» **Instructions for the task**
Give the number of lines in the data that hold the string "laid". Nothing else is needed.

» **Extracted entries**

·····

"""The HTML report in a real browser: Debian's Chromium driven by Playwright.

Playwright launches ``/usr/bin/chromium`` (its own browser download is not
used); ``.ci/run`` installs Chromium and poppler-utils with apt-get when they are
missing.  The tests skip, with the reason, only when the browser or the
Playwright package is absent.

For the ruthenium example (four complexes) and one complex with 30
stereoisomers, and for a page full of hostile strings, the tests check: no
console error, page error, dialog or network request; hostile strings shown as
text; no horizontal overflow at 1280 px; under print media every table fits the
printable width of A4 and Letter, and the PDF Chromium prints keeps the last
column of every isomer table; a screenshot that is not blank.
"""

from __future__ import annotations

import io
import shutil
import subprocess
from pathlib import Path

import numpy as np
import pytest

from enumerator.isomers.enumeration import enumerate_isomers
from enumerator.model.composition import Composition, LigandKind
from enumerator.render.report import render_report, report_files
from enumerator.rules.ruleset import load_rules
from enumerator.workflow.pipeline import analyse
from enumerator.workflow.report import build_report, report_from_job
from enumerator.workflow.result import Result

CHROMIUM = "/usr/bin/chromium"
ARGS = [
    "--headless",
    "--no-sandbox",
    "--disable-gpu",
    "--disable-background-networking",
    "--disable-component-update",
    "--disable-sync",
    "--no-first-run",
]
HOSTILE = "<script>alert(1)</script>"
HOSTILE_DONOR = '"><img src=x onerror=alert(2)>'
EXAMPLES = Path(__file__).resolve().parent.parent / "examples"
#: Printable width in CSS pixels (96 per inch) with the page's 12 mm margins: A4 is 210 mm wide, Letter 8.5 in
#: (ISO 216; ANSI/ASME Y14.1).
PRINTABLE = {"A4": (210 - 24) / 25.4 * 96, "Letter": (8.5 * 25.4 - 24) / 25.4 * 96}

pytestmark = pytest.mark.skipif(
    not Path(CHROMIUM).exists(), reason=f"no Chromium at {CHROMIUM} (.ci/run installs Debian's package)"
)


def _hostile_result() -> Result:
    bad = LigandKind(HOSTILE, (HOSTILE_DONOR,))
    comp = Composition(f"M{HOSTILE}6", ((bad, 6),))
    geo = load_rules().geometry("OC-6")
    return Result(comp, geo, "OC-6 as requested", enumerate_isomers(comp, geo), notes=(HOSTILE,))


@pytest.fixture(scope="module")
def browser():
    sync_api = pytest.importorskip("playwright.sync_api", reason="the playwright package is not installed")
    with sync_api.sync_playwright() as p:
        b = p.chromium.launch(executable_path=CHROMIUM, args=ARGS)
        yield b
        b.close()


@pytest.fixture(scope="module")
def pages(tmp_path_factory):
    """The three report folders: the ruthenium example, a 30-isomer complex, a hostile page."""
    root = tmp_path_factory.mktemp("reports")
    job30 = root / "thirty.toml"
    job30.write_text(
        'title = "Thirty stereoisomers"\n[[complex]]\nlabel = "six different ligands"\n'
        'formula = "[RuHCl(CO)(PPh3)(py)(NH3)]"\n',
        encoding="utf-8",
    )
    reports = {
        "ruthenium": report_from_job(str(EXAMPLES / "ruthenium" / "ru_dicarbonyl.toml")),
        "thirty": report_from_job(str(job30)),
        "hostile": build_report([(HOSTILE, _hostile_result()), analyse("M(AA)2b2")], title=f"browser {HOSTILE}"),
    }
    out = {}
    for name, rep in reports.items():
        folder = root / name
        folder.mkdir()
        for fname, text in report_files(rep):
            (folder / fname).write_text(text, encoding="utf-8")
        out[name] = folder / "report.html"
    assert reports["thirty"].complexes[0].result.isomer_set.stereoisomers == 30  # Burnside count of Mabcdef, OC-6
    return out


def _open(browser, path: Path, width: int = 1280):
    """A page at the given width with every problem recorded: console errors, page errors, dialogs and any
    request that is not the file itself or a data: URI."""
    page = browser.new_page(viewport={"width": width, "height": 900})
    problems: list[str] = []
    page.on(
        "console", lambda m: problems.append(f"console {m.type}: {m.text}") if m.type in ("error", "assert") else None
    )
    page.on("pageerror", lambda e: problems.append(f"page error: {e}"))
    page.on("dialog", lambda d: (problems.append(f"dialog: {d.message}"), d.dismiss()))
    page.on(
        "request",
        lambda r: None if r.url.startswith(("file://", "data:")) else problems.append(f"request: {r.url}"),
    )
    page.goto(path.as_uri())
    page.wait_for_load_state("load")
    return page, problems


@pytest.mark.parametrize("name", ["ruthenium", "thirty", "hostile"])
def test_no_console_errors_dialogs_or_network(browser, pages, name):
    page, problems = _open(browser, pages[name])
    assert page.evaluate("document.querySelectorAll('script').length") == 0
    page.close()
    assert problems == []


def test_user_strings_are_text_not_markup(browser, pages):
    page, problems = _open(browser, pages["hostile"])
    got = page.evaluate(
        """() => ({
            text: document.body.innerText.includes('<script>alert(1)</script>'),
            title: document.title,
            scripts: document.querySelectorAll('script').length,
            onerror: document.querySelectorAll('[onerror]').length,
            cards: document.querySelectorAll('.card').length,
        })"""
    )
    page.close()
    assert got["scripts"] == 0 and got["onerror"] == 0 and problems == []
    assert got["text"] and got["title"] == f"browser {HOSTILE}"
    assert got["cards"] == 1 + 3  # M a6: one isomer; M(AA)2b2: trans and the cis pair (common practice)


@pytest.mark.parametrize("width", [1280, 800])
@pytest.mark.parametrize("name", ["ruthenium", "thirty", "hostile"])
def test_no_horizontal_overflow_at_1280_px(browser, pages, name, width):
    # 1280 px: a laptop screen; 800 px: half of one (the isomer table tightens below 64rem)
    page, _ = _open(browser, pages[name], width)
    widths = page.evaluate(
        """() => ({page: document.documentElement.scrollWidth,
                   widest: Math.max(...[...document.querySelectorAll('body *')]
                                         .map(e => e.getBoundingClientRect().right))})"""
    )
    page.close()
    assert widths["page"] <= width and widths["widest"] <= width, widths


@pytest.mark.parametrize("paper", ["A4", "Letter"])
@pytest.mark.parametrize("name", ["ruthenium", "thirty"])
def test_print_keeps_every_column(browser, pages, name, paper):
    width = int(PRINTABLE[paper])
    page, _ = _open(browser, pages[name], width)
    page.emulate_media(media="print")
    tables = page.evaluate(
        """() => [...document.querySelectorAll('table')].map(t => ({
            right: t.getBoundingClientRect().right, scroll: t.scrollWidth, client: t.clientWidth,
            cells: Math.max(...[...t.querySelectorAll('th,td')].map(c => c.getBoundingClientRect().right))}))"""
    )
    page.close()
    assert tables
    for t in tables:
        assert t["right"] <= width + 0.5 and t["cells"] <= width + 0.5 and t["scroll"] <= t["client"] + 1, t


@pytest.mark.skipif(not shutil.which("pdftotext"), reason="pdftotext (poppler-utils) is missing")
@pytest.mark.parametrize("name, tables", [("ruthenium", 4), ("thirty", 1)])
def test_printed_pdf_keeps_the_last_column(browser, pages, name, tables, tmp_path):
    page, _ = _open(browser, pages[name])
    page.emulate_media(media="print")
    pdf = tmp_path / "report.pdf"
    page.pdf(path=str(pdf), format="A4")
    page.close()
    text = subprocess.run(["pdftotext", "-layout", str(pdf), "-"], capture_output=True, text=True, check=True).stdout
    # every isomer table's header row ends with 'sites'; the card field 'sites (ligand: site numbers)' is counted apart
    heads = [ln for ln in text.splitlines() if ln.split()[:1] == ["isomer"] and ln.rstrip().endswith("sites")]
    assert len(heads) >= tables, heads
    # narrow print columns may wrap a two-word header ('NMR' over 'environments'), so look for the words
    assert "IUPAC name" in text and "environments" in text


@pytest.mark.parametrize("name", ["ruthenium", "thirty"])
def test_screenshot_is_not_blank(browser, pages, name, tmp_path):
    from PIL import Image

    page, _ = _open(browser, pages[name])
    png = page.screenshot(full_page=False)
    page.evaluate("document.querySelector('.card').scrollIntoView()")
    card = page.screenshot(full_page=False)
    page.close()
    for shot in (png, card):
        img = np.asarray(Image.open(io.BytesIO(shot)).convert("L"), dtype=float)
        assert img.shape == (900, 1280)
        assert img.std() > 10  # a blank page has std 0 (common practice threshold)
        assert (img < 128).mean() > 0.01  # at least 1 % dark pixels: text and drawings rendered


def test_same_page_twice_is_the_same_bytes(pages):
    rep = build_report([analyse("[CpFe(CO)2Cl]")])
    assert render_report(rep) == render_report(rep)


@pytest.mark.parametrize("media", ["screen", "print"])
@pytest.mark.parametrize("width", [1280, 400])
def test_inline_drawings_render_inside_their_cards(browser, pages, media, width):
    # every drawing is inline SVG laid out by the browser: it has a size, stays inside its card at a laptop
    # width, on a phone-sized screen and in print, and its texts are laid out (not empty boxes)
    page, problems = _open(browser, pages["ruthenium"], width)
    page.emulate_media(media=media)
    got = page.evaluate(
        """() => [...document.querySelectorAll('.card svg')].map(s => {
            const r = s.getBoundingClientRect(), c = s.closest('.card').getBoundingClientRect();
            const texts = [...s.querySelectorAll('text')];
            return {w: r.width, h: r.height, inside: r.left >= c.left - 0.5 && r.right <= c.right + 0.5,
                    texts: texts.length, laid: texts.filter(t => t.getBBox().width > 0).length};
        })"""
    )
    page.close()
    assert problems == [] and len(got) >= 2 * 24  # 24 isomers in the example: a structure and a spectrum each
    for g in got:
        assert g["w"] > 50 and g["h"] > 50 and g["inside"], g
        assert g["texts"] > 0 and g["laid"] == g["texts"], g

·····

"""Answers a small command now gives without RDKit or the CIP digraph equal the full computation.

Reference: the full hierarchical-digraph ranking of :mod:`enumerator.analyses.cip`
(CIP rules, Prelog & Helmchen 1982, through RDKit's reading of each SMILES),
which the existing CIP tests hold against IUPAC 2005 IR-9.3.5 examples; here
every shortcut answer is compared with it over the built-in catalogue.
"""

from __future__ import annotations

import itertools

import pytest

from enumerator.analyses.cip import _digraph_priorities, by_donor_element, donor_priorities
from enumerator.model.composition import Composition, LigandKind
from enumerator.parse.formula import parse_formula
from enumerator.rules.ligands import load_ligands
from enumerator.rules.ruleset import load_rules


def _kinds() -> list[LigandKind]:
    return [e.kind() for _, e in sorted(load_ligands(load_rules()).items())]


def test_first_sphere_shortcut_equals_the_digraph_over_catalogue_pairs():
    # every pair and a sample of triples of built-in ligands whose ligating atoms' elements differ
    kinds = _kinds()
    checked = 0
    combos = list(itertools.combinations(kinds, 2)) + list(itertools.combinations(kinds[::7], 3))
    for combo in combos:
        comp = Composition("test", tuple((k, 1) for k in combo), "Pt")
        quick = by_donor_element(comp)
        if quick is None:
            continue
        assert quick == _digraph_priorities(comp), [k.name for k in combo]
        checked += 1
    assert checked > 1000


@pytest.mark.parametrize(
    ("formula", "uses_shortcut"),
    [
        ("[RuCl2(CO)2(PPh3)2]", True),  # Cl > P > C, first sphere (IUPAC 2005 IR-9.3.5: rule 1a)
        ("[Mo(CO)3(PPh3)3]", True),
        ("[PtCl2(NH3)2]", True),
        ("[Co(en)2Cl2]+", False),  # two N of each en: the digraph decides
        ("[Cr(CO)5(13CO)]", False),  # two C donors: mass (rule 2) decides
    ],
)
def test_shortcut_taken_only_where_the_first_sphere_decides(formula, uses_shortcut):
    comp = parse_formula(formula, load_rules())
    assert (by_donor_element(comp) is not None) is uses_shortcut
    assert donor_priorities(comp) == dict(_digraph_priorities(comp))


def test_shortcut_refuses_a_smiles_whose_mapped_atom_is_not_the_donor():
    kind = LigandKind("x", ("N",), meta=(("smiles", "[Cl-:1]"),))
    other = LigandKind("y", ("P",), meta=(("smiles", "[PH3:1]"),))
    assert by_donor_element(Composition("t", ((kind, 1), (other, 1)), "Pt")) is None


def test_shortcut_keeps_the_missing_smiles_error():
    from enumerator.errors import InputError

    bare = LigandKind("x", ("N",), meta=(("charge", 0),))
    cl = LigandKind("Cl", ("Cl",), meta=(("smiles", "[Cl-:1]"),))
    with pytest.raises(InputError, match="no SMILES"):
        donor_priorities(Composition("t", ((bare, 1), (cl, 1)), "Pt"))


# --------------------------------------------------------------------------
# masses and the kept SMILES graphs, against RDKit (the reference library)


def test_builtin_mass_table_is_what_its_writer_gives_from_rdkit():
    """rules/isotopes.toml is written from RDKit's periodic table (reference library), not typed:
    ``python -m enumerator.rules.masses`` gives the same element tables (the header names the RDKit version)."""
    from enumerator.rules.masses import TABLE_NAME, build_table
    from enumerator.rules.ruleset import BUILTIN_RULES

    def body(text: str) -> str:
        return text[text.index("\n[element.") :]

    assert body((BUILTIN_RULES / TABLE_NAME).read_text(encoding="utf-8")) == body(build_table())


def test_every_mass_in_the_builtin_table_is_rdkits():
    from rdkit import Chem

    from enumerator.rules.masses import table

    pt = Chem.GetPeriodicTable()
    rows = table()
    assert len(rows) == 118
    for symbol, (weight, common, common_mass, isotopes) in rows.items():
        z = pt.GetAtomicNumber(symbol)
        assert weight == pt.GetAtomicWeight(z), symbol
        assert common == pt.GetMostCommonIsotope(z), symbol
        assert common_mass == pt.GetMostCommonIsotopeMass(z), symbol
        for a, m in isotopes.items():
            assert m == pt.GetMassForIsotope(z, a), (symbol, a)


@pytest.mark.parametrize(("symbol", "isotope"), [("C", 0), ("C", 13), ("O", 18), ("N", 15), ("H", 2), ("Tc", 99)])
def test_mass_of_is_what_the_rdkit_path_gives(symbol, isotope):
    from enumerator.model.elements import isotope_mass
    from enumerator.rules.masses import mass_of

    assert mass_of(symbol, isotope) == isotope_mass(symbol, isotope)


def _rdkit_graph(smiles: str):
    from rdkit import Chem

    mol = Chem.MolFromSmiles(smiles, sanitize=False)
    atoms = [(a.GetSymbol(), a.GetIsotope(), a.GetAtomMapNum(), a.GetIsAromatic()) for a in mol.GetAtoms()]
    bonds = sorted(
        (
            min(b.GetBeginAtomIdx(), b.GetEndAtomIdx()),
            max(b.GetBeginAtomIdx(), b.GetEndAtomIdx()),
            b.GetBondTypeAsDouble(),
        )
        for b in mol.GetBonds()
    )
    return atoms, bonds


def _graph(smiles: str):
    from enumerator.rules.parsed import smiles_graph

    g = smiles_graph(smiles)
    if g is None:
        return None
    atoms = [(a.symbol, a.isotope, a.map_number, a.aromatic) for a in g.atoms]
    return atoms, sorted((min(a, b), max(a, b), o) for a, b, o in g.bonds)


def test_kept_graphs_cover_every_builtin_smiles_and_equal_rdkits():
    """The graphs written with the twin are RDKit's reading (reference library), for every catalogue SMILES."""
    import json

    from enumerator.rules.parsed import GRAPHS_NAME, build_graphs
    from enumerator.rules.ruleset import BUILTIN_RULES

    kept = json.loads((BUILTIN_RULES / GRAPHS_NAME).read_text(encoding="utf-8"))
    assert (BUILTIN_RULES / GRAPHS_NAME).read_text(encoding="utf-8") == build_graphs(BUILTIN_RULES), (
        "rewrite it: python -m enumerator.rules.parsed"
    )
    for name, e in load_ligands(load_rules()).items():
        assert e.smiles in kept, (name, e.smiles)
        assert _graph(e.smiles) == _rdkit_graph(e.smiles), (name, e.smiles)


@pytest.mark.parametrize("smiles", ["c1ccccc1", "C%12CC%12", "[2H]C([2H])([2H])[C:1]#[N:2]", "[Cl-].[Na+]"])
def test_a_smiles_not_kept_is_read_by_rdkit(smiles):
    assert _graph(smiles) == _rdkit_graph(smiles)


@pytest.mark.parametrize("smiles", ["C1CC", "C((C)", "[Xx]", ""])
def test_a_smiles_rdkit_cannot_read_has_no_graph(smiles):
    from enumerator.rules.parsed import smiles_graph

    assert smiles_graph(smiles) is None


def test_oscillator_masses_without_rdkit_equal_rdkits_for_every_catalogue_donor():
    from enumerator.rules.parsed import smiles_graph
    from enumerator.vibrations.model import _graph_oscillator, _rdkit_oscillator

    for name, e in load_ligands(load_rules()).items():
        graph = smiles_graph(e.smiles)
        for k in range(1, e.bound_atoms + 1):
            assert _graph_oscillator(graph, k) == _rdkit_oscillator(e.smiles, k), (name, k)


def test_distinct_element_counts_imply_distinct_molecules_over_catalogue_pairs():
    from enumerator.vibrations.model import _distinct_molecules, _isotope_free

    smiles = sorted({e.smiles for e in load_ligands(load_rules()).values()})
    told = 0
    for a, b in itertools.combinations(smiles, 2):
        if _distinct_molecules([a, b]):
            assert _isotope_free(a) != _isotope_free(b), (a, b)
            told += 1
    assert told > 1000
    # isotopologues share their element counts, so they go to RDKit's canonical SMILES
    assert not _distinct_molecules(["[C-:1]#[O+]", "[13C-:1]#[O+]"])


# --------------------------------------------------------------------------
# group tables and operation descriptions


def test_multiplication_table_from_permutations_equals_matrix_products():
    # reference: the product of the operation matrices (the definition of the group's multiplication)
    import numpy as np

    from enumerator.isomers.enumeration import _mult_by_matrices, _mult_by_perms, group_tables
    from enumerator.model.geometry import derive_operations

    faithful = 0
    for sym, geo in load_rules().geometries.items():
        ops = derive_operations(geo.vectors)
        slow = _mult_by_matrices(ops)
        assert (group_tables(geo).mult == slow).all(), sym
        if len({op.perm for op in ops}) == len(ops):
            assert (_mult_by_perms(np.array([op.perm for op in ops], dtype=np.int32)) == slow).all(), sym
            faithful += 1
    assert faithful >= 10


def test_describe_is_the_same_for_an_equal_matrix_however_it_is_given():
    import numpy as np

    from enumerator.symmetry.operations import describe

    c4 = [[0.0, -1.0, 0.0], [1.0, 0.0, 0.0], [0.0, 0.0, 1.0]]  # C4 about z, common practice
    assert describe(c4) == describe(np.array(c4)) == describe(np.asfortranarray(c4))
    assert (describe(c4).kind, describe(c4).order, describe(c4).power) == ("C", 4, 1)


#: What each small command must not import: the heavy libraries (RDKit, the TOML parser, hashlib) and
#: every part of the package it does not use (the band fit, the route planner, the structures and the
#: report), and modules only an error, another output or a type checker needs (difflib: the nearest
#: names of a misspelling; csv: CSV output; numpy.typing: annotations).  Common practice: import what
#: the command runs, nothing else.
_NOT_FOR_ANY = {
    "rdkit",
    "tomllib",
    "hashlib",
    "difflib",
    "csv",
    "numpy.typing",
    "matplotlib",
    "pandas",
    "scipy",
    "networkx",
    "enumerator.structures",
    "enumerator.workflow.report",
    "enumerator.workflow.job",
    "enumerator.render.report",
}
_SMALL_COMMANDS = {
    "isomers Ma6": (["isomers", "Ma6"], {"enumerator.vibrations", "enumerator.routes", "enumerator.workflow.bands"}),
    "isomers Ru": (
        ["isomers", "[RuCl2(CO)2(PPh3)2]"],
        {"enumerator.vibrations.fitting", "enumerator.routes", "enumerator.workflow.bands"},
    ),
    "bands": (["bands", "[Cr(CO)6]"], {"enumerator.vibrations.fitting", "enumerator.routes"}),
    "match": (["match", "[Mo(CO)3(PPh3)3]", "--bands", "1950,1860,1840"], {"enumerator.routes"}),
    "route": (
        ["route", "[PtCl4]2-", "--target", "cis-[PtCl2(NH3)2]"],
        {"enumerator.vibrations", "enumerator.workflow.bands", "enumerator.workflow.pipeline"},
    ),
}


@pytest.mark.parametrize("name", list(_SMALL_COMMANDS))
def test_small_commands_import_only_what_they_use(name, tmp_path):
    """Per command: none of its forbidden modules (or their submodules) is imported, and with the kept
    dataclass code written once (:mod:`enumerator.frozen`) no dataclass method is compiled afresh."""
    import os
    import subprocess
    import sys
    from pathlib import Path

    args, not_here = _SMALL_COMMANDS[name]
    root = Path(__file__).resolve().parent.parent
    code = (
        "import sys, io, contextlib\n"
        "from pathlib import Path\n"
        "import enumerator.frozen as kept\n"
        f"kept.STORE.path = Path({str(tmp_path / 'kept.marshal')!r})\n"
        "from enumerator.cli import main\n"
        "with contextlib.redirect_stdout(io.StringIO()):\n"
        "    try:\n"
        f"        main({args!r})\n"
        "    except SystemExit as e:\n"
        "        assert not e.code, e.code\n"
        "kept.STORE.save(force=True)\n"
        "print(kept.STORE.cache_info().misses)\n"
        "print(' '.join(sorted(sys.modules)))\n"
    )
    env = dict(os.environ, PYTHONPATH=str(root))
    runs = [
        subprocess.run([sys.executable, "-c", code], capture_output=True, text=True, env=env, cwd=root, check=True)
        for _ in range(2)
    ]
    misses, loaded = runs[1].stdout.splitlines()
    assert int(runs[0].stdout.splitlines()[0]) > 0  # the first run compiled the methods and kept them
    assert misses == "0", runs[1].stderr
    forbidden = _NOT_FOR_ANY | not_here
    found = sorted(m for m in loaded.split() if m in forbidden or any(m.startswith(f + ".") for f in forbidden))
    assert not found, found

·····

» **Answer below**
4